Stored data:
※
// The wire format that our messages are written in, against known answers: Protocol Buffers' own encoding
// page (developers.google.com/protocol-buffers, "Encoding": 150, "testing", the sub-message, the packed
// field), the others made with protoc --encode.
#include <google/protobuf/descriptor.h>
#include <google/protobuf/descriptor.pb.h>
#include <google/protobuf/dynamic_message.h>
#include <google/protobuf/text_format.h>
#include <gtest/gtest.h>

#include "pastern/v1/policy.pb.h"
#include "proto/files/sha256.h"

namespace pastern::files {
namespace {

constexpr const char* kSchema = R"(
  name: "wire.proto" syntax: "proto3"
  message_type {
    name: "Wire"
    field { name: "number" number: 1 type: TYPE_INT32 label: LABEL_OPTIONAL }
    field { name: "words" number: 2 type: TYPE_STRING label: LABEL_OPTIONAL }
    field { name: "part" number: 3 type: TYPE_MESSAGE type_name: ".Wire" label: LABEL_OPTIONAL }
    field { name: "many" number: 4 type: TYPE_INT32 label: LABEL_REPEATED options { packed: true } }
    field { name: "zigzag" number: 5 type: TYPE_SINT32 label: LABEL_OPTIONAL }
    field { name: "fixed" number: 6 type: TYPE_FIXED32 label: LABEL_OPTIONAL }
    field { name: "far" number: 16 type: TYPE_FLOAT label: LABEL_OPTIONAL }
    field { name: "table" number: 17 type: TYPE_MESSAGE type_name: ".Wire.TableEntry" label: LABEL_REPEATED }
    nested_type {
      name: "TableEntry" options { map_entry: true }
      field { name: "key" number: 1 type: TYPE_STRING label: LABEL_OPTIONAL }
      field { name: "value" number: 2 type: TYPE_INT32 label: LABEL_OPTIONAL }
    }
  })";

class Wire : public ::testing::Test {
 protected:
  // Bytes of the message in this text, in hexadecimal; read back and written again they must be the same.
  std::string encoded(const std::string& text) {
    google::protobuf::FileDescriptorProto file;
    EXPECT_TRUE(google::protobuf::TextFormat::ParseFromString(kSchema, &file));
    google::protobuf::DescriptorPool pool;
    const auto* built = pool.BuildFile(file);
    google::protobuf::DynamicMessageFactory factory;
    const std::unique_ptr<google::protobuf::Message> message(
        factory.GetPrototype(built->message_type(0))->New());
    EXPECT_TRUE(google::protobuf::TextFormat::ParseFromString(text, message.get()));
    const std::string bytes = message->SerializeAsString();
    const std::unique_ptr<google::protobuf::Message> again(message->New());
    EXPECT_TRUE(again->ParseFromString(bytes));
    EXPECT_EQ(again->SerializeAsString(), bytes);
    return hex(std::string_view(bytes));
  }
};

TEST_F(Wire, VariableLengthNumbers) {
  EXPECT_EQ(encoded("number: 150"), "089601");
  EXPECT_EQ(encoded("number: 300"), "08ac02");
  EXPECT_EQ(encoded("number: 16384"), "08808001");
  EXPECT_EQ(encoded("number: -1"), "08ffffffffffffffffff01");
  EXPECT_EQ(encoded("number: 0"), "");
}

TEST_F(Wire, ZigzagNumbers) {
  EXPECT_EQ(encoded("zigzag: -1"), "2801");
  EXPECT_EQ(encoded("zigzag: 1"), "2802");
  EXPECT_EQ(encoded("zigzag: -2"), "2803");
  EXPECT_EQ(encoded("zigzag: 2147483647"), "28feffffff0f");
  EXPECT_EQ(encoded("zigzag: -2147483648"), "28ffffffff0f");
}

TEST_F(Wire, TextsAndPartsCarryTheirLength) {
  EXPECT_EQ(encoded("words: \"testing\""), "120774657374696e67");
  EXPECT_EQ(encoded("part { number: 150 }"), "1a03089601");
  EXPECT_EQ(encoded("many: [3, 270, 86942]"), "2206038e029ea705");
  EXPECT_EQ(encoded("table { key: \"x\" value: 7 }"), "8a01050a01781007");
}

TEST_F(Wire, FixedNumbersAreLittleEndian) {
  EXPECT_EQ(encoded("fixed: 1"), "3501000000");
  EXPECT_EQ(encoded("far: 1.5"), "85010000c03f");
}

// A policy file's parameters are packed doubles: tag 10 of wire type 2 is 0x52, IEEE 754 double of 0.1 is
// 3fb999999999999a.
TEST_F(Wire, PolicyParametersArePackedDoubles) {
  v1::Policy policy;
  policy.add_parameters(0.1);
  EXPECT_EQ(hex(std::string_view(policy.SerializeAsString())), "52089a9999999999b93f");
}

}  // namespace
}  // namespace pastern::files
※
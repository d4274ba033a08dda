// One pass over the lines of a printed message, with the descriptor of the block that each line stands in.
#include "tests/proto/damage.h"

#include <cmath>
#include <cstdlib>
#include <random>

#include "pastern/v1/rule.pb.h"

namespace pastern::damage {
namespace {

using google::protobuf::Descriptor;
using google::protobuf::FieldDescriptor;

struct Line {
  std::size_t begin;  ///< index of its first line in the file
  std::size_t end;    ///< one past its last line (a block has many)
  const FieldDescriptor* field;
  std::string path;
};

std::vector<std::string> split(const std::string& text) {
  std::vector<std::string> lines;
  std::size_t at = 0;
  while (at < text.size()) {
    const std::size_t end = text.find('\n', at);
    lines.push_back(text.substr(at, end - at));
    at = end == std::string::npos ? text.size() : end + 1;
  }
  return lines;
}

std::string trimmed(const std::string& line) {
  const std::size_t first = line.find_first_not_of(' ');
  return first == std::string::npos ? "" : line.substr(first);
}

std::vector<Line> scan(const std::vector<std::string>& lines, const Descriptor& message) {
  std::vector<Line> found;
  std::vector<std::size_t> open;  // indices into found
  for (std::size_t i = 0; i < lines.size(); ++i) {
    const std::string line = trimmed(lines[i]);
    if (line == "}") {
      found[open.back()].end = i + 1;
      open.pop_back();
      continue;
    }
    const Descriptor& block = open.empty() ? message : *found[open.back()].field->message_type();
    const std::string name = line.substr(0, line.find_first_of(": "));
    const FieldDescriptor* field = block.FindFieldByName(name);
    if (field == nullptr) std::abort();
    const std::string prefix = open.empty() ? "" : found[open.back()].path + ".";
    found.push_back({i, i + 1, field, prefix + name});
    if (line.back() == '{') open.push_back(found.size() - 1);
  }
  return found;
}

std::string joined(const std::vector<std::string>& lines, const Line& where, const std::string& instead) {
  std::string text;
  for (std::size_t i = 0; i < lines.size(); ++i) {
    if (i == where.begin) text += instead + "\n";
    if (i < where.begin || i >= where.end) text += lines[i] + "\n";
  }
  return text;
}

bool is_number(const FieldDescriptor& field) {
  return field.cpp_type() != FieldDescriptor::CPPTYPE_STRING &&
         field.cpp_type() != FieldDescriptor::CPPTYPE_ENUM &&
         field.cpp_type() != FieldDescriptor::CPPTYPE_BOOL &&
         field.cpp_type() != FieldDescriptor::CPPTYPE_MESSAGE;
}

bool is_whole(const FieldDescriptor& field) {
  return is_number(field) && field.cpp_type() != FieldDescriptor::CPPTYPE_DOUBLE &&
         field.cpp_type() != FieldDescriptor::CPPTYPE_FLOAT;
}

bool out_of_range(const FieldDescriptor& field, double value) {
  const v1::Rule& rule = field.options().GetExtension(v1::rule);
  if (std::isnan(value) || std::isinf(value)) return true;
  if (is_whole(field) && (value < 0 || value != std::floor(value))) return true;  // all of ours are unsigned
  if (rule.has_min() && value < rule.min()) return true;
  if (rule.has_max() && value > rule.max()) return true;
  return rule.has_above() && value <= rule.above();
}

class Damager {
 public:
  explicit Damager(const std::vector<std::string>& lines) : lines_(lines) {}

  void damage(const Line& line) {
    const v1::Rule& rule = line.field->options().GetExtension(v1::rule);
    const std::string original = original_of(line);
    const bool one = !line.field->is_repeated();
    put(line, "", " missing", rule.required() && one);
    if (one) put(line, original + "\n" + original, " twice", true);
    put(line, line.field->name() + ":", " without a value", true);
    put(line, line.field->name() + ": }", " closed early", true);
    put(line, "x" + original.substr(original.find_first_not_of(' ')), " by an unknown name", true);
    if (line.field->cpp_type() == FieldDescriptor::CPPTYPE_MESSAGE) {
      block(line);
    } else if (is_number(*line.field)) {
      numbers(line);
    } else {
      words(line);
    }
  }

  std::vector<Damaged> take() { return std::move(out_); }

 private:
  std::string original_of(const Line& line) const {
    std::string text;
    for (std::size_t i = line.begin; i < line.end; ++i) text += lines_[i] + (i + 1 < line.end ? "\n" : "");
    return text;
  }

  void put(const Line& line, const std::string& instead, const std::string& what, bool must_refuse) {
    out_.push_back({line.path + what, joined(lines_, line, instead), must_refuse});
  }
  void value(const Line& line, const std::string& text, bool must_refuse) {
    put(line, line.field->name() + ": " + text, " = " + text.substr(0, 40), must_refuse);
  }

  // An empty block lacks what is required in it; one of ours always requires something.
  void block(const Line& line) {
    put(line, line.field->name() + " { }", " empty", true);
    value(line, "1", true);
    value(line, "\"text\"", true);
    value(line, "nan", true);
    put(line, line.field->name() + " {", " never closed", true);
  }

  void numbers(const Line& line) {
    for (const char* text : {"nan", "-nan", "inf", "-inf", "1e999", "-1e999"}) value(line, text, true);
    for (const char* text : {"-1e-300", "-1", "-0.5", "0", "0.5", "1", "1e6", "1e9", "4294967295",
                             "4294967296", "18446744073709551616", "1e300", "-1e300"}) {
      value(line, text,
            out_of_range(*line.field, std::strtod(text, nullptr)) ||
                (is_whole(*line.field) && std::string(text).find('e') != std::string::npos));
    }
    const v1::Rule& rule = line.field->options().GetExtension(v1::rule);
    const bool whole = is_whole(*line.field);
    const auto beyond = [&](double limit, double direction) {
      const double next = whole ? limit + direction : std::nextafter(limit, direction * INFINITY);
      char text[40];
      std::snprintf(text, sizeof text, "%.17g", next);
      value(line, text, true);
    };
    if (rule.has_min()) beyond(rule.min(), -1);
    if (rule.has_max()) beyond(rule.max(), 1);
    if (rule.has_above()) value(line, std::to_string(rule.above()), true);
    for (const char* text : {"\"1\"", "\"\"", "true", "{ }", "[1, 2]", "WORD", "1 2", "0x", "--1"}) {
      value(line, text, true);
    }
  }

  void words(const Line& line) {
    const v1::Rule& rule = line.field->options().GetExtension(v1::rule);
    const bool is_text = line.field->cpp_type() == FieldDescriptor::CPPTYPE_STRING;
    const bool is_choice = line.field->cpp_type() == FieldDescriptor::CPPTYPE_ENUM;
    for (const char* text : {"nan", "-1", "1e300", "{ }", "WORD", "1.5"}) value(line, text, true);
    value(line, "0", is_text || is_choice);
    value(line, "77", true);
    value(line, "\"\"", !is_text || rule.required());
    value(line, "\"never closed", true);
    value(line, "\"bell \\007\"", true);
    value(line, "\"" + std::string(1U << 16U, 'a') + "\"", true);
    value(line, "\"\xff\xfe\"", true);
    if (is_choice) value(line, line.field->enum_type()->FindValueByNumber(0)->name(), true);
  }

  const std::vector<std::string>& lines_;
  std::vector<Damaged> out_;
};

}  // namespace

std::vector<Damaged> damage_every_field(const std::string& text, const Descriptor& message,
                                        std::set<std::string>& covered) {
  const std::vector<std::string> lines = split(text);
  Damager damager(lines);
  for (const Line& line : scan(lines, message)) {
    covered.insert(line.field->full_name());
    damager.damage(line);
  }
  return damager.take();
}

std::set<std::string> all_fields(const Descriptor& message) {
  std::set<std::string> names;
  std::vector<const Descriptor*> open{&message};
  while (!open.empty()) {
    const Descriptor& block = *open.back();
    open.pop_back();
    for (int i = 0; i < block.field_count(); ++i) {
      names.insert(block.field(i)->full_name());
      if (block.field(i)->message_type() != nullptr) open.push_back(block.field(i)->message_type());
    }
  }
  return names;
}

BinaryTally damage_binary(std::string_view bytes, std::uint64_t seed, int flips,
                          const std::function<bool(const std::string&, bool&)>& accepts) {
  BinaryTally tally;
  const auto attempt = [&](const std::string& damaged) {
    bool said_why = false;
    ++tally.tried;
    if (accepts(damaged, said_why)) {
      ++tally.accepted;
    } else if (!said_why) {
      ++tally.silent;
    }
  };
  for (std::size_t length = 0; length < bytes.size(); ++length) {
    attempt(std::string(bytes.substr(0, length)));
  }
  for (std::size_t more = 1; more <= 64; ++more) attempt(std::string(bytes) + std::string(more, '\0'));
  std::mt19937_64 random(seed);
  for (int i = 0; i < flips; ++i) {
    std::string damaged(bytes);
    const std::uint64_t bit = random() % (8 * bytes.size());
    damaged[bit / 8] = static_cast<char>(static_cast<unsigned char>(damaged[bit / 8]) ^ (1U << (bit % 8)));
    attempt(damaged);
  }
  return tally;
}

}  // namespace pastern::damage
※
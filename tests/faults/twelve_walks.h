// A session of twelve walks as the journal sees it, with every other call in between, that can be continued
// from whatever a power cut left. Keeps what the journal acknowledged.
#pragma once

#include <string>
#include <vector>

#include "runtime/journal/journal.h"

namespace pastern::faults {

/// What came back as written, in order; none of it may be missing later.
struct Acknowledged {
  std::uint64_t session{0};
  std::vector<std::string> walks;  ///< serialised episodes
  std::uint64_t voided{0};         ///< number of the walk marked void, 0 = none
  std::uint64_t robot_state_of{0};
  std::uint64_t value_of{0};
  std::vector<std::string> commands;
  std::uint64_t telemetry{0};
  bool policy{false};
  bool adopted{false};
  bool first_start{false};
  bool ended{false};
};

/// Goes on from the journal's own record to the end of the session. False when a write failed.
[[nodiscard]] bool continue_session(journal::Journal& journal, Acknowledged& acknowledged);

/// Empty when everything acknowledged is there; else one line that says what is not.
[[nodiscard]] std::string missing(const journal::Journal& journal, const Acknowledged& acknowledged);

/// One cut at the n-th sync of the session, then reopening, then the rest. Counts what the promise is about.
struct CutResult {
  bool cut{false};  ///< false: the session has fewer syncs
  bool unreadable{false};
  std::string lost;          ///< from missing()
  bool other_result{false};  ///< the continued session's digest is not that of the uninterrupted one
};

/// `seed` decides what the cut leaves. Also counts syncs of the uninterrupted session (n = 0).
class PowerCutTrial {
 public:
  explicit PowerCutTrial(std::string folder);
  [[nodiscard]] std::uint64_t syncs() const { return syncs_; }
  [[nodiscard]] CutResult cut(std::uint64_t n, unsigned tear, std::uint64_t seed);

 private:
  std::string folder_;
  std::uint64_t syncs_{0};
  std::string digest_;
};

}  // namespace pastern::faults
※
» **Assignment**
Lines of the data above that include the string "none" must each be copied.

» **Response to the exercise**
/// What came back as written, in order; none of it may be missing later.
  std::uint64_t voided{0};         ///< number of the walk marked void, 0 = none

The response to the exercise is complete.